I believe the reason for the useless flip down door is on some models the sink is behind that door, so a drawer is out of the question. So rather than re-design it for certain models, they just made them all the same.
A couple other cabinet door mods I have done is move the hinges on the silly pull-down bathroom hamper thingie so it opens like a regular cabinet, and I also added a couple of small steel cables to the flip-down door under the oven so it doesn't rip out the hinges out every time you open it a little too far.

Bob


----------



## cookie9933 (Feb 26, 2005)

Verstelle said:


> HEY KEYSTONE YOU READING THIS? STOP PUTTING IN THE USELESS DRAWER THING!


I agree 100%. And I bet Keystone has seen the many complaints about the worthless non-drawer that LOOKS like a drawer until you open it.

Why do they continue to install it? Because they can save a few dollars in manufacture. This translates to a lower cost for your new Outback and/or more profit for Keystone. But several of us have removed one of the sliding drawers inside the pantry and used it as our silverware drawer because it's the correct size. Not only did we get a silverware drawer, but we got a lot more useful space in the pantry. Also, the drawer slide that Keystone uses in the pantry is considerably more expensive than the type of slide that would be used undercounter.

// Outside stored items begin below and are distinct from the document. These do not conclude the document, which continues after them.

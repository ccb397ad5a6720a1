"""The job file's reference as Markdown, made from the schema: `python -m lattice.job.reference`."""

from __future__ import annotations

import sys
from types import NoneType, UnionType
from typing import Annotated, Any, Literal, Union, get_args, get_origin

from pydantic import BaseModel
from pydantic.fields import FieldInfo

from lattice.job.schema import (
    CoarseSection,
    DampedSection,
    Job,
    PatchesSection,
    RefineSection,
    SubspaceSection,
)
from lattice.job.starts import START_MODELS, MemberTable, Wave
from lattice.job.wording import value_text

HEADER = "| key | value | default | meaning |\n|---|---|---|---|"
_PLAIN = {int: "integer", float: "number", str: "text", bool: "true or false"}
_BELOW: dict[str, dict[str, type[BaseModel]]] = {
    "solve": {
        "[solve.coarse]": CoarseSection,
        "[solve.patches]": PatchesSection,
        "[solve.subspace]": SubspaceSection,
        "[solve.damped]": DampedSection,
        "[solve.refine]": RefineSection,
    }
}
"""Tables inside a section, which have a table of their own in the reference."""
_BOUNDS = {"gt": ">", "ge": ">=", "lt": "<", "le": "<="}


def job_reference() -> str:
    """Return a table for every section of a job file."""
    parts = []
    for section, field in Job.model_fields.items():
        if section != "start":
            parts += [_table(f"[{section}]", _model_of(field.annotation))]
            parts += [_table(title, model) for title, model in _BELOW.get(section, {}).items()]
        else:
            parts += [_table(f'[start] with kind = "{kind}"', model) for kind, model in START_MODELS.items()]
            parts += [_table("[start.members]", MemberTable), _table("[[start.modes]]", Wave)]
    return "\n\n".join(parts) + "\n"


def _table(title: str, model: type[BaseModel]) -> str:
    rows = [
        _row(name, field)
        for name, field in model.model_fields.items()
        if name not in ("kind", "coarse", "patches", "subspace", "damped", "refine")
    ]
    return "\n".join([f"`{title}`: {_first_line(model)}", "", HEADER, *rows])


def _first_line(model: type[BaseModel]) -> str:
    text = (model.__doc__ or "").partition("\n")[0].rstrip(".")
    return text[0].lower() + text[1:]


def _row(name: str, field: FieldInfo) -> str:
    cells = [f"`{name}`", _kind_text(field), _default_text(field), field.description or ""]
    return "| " + " | ".join(cell.replace("|", "\\|") for cell in cells) + " |"


def _default_text(field: FieldInfo) -> str:
    extra = field.json_schema_extra
    if isinstance(extra, dict) and "shown" in extra:
        return str(extra["shown"])
    if field.is_required():
        return "required"
    return f"`{value_text(field.default)}`".replace("'", '"')


def _kind_text(field: FieldInfo) -> str:
    bounds = [
        f"{sign} {getattr(item, name):g}"
        for item in field.metadata
        for name, sign in _BOUNDS.items()
        if hasattr(item, name)
    ]
    return " ".join([_type_text(field.annotation), ", ".join(bounds)]).strip()


def _type_text(annotation: Any) -> str:
    """Return a type in the reader's words: "list of integers", "2, 4 or 6"."""
    if annotation in _PLAIN:
        return _PLAIN[annotation]
    origin, arguments = get_origin(annotation), get_args(annotation)
    if origin is Annotated:
        return _annotated_text(arguments)
    if origin in (Union, UnionType):
        return " or ".join(_type_text(item) for item in arguments if item is not NoneType)
    if origin is Literal:
        *most, last = (str(item) for item in arguments)
        return f"{', '.join(most)} or {last}"
    if origin is tuple:
        return f"list of {_type_text(arguments[0])}"
    if origin is dict:
        return f"table of {_type_text(arguments[1])}"
    return "table"


def _annotated_text(arguments: tuple[Any, ...]) -> str:
    inner, *notes = arguments
    bounds = [
        f"{sign} {getattr(item, name):g}"
        for note in notes
        for item in getattr(note, "metadata", [note])
        for name, sign in _BOUNDS.items()
        if hasattr(item, name)
    ]
    return " ".join([_type_text(inner), ", ".join(bounds)]).strip()


def _model_of(annotation: Any) -> type[BaseModel]:
    assert isinstance(annotation, type)
    assert issubclass(annotation, BaseModel)
    return annotation


if __name__ == "__main__":
    sys.stdout.write(job_reference())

So Keystone, just ditch the space-wasting pantry drawer and take some of that money to include a silverware drawer and make your customers happy at the same time. It's a win-win. What could be better than that?









Bill


----------



## tripphammer (Oct 3, 2006)

Fantastic mod Camping thing.














I'm going to do it tomorrow morning. Thanks for the great pics on it.

Take Care,

Tripp


----------



## HootBob (Apr 26, 2004)

That was the first mod I did on both of the Outback I have owned
You won't regret doing it, Best thing I ever did









Don


----------



## Thor (Apr 7, 2004)

This is a great mod.

I utilized the pull out pantry slide and the bearings. If you mount the bearings on the side the wisth works out exactly. The only thing I had to do was shorten the drawer. The pantry slide drawer was replaced with an under mount slide wire basket.










Thor


----------



## jlukens (Oct 3, 2006)

If I don't want to use one of the pantry slide-outs, where does a guy get a bare drawer to fit -- Home Depot, Lowes or make it yourself? Bought cabinets before, never just an unfinished drawer...


----------



## 3LEES (Feb 18, 2006)

SconnieJonny said:


> If I don't want to use one of the pantry slide-outs, where does a guy get a bare drawer to fit -- Home Depot, Lowes or make it yourself? Bought cabinets before, never just an unfinished drawer...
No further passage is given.